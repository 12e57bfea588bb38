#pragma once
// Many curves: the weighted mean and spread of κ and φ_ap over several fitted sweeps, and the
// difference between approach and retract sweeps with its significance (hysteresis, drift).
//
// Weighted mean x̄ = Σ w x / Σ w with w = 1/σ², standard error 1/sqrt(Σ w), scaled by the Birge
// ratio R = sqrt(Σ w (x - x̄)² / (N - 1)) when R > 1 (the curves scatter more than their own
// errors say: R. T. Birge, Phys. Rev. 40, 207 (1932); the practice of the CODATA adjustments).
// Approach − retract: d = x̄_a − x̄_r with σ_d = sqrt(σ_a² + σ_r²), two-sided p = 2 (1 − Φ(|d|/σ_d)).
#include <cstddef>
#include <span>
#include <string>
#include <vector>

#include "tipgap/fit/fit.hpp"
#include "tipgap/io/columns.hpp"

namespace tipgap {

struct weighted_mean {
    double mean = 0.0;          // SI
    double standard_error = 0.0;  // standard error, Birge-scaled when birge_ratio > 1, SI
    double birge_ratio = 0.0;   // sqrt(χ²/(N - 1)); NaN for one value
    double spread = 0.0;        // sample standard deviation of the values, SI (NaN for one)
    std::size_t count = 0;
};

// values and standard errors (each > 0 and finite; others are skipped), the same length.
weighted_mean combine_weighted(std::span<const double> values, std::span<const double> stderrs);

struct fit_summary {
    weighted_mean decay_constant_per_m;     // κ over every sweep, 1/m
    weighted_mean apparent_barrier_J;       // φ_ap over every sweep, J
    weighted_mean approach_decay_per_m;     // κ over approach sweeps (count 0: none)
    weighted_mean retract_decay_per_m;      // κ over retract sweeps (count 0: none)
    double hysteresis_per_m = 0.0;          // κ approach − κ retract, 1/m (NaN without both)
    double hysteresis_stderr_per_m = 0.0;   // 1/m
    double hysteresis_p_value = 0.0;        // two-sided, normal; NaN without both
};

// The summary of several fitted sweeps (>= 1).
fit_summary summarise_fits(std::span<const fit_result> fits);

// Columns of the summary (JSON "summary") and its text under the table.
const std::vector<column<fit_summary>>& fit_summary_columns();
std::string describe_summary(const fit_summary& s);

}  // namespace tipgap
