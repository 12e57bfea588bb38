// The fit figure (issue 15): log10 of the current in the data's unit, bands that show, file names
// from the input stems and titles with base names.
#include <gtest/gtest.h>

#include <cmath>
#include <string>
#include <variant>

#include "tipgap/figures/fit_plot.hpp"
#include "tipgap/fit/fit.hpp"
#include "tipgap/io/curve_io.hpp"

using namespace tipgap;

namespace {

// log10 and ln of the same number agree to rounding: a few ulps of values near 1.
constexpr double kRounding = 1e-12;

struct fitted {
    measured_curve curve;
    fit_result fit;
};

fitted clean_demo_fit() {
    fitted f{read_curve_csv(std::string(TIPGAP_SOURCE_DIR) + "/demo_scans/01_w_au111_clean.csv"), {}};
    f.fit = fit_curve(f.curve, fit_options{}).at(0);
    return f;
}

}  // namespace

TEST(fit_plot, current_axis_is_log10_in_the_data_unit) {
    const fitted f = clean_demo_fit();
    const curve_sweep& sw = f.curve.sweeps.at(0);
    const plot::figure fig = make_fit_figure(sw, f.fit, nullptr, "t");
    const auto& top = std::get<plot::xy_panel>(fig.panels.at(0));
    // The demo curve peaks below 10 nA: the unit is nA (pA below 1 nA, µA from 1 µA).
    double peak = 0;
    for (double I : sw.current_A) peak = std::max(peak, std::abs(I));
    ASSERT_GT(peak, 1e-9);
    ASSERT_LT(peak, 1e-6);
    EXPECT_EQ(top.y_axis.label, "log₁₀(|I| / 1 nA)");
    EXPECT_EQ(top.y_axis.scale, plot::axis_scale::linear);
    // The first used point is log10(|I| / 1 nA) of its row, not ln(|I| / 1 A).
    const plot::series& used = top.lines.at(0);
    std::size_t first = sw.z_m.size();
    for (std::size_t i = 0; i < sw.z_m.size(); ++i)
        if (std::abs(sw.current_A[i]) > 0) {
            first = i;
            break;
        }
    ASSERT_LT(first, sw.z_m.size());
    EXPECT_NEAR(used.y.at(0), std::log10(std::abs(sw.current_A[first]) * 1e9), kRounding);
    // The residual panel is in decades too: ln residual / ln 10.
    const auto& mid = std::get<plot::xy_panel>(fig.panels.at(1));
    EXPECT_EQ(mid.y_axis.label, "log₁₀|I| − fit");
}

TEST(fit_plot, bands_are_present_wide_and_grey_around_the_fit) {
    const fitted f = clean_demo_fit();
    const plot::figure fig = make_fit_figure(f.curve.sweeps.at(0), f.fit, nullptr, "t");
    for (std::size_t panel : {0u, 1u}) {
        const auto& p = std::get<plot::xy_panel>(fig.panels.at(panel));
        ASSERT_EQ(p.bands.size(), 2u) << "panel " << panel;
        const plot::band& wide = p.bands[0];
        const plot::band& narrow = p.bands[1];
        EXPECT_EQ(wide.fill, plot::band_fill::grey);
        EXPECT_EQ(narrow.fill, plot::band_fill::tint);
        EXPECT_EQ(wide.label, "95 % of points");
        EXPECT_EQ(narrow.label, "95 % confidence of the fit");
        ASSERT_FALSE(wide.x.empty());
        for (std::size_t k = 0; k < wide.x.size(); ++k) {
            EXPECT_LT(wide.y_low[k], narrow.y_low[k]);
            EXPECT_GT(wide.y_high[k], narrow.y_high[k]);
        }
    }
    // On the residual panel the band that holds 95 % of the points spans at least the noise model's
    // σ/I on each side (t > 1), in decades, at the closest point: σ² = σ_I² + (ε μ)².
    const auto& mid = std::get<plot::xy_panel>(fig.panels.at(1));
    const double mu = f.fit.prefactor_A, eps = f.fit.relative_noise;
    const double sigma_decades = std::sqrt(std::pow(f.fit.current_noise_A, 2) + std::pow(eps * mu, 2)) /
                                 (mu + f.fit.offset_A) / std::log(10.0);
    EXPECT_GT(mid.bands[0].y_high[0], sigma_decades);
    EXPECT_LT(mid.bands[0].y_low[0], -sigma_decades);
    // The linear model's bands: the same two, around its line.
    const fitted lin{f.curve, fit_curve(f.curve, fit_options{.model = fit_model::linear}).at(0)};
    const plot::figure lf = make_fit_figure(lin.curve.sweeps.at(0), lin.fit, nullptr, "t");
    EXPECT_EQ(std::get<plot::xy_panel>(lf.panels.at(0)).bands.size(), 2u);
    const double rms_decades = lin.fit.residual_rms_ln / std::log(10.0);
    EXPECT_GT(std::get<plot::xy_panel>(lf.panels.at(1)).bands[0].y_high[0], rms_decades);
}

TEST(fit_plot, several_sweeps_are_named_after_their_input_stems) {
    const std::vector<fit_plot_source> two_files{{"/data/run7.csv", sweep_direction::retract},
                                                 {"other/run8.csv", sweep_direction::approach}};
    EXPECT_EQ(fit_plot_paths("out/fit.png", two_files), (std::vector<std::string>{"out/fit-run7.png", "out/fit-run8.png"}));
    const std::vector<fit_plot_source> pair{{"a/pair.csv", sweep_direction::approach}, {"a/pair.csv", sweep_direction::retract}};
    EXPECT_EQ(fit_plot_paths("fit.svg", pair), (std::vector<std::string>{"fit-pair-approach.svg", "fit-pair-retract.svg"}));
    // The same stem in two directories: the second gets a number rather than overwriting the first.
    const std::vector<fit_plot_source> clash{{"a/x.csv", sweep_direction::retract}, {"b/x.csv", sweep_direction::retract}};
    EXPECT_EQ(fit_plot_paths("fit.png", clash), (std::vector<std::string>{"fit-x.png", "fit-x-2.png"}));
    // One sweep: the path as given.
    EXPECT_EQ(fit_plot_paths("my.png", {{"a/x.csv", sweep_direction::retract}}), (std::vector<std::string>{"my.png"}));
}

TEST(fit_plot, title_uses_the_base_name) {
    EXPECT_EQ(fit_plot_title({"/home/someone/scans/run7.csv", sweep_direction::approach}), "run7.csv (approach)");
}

************

▸ WORK ITEM:
In the listing above, locate the line containing "for (double I" and the line containing "the noise model's". Transcribe those two lines and everything between them, exactly as written.

▸ WORKED SOLUTION:
    for (double I : sw.current_A) peak = std::max(peak, std::abs(I));
    ASSERT_GT(peak, 1e-9);
    ASSERT_LT(peak, 1e-6);
    EXPECT_EQ(top.y_axis.label, "log₁₀(|I| / 1 nA)");
    EXPECT_EQ(top.y_axis.scale, plot::axis_scale::linear);
    // The first used point is log10(|I| / 1 nA) of its row, not ln(|I| / 1 A).
    const plot::series& used = top.lines.at(0);
    std::size_t first = sw.z_m.size();
    for (std::size_t i = 0; i < sw.z_m.size(); ++i)
        if (std::abs(sw.current_A[i]) > 0) {
            first = i;
            break;
        }
    ASSERT_LT(first, sw.z_m.size());
    EXPECT_NEAR(used.y.at(0), std::log10(std::abs(sw.current_A[first]) * 1e9), kRounding);
    // The residual panel is in decades too: ln residual / ln 10.
    const auto& mid = std::get<plot::xy_panel>(fig.panels.at(1));
    EXPECT_EQ(mid.y_axis.label, "log₁₀|I| − fit");
}

TEST(fit_plot, bands_are_present_wide_and_grey_around_the_fit) {
    const fitted f = clean_demo_fit();
    const plot::figure fig = make_fit_figure(f.curve.sweeps.at(0), f.fit, nullptr, "t");
    for (std::size_t panel : {0u, 1u}) {
        const auto& p = std::get<plot::xy_panel>(fig.panels.at(panel));
        ASSERT_EQ(p.bands.size(), 2u) << "panel " << panel;
        const plot::band& wide = p.bands[0];
        const plot::band& narrow = p.bands[1];
        EXPECT_EQ(wide.fill, plot::band_fill::grey);
        EXPECT_EQ(narrow.fill, plot::band_fill::tint);
        EXPECT_EQ(wide.label, "95 % of points");
        EXPECT_EQ(narrow.label, "95 % confidence of the fit");
        ASSERT_FALSE(wide.x.empty());
        for (std::size_t k = 0; k < wide.x.size(); ++k) {
            EXPECT_LT(wide.y_low[k], narrow.y_low[k]);
            EXPECT_GT(wide.y_high[k], narrow.y_high[k]);
        }
    }
    // On the residual panel the band that holds 95 % of the points spans at least the noise model's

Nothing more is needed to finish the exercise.